Segment Start: Extracted entries

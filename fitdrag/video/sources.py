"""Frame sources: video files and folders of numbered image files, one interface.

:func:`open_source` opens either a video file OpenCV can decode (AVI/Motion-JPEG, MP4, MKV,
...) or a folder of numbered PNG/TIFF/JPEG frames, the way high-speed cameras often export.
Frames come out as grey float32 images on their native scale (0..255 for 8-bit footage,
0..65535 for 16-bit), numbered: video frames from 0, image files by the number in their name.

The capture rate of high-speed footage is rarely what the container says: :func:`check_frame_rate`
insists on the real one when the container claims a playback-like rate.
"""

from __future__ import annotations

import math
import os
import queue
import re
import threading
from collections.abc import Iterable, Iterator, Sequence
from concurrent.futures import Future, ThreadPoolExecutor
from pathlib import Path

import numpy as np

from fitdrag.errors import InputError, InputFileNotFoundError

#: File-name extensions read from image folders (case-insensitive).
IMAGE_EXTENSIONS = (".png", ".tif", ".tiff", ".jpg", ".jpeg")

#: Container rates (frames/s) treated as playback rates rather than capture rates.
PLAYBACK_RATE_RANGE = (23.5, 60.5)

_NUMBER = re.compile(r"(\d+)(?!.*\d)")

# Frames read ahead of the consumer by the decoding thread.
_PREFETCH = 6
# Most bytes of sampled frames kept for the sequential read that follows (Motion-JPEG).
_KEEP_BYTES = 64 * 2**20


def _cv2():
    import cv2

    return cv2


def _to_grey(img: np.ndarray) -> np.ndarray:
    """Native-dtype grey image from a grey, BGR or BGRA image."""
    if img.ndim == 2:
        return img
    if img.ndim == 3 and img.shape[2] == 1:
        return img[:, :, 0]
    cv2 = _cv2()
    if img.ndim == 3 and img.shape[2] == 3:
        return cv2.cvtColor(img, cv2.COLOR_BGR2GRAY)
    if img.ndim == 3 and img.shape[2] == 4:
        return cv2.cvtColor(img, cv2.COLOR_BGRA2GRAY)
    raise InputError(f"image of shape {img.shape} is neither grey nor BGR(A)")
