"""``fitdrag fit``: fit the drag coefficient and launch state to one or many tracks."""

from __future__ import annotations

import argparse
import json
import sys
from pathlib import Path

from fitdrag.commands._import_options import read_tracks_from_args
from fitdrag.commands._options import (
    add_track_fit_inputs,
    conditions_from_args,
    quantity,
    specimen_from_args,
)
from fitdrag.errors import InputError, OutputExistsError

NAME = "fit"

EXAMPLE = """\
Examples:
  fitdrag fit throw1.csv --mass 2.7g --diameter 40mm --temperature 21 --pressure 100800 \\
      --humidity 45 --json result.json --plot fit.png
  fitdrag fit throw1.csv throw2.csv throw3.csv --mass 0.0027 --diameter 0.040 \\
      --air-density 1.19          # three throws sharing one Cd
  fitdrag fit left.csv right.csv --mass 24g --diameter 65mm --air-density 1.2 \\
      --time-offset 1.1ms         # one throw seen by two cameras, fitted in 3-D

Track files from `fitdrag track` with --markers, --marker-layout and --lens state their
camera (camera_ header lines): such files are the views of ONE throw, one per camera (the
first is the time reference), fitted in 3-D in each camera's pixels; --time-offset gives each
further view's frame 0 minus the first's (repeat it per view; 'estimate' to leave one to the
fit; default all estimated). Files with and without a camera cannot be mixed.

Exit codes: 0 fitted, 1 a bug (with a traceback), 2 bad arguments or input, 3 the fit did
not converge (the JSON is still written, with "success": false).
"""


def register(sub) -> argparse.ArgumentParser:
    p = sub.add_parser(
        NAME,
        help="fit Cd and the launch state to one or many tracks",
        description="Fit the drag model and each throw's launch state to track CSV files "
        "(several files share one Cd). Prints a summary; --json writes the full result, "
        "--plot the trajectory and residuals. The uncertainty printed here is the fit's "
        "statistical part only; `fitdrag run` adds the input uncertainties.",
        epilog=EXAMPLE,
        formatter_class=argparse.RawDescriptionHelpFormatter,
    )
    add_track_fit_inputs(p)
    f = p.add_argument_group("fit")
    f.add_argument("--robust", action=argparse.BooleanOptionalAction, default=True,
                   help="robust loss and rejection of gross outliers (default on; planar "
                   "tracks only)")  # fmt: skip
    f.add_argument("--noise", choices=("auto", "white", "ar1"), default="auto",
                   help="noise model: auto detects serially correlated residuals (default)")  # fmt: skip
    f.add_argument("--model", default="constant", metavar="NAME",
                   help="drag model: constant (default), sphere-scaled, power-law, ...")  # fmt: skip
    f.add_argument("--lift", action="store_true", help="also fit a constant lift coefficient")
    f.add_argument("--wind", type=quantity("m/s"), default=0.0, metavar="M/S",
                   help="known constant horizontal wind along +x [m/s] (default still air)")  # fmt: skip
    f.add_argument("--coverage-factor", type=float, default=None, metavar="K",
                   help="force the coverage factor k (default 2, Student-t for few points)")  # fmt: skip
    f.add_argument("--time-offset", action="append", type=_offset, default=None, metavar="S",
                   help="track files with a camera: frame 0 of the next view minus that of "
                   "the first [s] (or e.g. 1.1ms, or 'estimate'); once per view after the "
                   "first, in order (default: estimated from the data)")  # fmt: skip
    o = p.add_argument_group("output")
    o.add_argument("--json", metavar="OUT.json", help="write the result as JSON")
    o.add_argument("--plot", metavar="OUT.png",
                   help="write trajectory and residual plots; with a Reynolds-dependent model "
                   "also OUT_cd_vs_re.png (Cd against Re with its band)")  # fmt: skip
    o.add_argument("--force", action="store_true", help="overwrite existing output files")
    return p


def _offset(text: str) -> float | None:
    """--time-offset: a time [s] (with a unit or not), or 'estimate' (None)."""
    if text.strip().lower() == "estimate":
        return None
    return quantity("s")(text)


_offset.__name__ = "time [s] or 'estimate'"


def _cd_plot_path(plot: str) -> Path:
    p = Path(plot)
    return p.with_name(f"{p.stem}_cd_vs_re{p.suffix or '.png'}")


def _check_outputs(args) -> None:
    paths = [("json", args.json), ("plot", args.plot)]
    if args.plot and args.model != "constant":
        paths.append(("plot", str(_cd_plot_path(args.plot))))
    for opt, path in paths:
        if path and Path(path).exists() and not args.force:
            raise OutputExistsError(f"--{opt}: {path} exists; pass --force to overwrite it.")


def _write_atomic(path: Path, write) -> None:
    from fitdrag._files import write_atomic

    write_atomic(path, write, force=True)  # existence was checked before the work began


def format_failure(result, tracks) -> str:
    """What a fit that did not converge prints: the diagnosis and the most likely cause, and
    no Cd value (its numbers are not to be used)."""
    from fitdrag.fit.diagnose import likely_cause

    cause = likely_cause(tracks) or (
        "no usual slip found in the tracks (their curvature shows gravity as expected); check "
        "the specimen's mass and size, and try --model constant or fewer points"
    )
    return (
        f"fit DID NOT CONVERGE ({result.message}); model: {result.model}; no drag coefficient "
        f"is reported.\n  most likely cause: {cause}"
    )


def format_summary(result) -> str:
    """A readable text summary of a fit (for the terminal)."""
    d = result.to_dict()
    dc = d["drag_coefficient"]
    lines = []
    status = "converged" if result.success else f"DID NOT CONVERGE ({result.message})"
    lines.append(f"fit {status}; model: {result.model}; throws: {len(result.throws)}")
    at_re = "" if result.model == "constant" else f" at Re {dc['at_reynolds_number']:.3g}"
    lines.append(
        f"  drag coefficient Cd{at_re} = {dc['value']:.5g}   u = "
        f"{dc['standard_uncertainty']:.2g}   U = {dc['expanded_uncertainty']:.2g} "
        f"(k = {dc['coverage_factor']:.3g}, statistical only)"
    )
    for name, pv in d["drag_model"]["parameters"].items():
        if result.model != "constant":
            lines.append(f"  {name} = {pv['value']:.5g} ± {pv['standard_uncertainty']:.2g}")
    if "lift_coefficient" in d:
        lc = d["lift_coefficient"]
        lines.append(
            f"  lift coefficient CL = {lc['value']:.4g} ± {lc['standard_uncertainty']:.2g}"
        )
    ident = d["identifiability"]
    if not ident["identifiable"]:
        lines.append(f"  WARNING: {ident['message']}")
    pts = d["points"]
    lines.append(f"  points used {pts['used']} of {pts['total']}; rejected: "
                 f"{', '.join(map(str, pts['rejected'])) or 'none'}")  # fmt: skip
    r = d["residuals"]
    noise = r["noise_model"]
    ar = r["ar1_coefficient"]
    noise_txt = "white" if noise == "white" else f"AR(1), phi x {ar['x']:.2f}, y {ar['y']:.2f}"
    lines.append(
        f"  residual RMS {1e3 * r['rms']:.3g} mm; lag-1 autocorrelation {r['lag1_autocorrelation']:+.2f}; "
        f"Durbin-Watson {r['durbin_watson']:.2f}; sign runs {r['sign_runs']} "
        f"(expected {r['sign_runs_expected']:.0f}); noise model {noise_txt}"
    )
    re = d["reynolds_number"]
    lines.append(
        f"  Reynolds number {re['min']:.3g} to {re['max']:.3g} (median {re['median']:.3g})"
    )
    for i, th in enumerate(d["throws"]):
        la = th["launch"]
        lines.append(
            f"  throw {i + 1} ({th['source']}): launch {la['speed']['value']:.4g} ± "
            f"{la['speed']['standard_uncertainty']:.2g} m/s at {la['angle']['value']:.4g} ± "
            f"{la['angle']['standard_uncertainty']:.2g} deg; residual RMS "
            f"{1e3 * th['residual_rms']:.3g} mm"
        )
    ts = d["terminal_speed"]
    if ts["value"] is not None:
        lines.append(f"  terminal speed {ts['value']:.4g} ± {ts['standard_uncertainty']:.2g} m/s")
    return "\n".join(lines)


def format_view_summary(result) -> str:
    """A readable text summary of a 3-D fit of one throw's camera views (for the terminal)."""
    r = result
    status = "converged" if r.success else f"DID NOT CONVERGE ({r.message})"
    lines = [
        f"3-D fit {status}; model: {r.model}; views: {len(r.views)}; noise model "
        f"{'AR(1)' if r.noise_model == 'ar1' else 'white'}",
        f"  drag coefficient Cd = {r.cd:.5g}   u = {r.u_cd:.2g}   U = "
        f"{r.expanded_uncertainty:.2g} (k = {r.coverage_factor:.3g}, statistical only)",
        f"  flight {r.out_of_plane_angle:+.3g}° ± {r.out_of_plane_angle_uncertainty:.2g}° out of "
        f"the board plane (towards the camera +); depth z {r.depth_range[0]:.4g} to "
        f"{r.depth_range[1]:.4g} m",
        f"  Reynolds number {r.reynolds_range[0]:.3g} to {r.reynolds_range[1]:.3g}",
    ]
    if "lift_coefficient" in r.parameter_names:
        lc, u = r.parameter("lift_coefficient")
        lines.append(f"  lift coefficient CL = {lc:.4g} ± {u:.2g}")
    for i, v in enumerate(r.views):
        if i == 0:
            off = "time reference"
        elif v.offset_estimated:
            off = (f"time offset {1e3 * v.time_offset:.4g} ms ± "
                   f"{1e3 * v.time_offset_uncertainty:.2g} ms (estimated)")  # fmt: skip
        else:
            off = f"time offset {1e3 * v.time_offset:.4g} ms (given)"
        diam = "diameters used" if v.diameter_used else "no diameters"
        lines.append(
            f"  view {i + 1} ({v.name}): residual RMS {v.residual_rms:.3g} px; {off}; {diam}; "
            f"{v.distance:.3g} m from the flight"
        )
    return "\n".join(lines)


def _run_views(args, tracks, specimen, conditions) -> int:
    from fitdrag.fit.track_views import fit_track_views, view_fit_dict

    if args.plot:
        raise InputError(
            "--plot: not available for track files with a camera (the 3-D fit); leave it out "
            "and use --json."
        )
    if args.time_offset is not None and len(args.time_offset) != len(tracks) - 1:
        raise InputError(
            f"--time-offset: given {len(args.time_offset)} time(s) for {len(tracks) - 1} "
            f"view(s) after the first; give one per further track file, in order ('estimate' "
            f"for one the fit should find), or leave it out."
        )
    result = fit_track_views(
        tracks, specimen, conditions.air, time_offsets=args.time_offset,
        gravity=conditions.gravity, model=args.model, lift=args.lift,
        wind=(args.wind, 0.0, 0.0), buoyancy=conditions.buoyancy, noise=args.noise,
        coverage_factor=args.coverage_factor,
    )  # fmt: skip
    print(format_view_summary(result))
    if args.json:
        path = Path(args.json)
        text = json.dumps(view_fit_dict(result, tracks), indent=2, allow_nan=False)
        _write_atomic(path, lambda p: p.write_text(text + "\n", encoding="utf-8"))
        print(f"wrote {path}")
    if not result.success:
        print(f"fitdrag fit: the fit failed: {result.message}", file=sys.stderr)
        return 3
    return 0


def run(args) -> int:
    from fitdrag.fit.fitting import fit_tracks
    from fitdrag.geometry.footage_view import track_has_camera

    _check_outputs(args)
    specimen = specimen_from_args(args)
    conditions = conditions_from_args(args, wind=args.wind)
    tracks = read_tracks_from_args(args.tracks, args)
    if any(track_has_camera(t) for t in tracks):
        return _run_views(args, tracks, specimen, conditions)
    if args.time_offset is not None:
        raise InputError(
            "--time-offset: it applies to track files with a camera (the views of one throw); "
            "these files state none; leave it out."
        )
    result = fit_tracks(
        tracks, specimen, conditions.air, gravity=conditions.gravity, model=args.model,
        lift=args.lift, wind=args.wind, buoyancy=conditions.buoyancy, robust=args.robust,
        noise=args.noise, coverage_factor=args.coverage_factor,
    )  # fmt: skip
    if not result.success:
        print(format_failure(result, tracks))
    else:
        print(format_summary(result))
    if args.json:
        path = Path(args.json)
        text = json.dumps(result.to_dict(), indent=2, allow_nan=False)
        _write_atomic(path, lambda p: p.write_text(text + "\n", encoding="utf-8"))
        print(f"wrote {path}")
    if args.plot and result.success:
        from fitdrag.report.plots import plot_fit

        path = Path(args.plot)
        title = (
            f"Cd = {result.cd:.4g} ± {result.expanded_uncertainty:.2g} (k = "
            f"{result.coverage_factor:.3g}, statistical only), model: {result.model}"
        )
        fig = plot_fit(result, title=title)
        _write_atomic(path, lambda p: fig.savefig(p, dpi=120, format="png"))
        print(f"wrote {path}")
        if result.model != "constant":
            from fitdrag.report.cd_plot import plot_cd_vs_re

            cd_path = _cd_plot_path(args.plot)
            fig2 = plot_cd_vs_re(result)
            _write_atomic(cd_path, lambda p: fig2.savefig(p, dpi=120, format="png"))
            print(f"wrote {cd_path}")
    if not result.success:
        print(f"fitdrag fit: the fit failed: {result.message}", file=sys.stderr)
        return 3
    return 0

Segment End: Extracted entries

▶ _Aim of the exercise_
Filter by the word "numbered": copy every line of the data that holds it.

▶ _Response for this exercise_
"""Frame sources: video files and folders of numbered image files, one interface.
...) or a folder of numbered PNG/TIFF/JPEG frames, the way high-speed cameras often export.
0..65535 for 16-bit), numbered: video frames from 0, image files by the number in their name.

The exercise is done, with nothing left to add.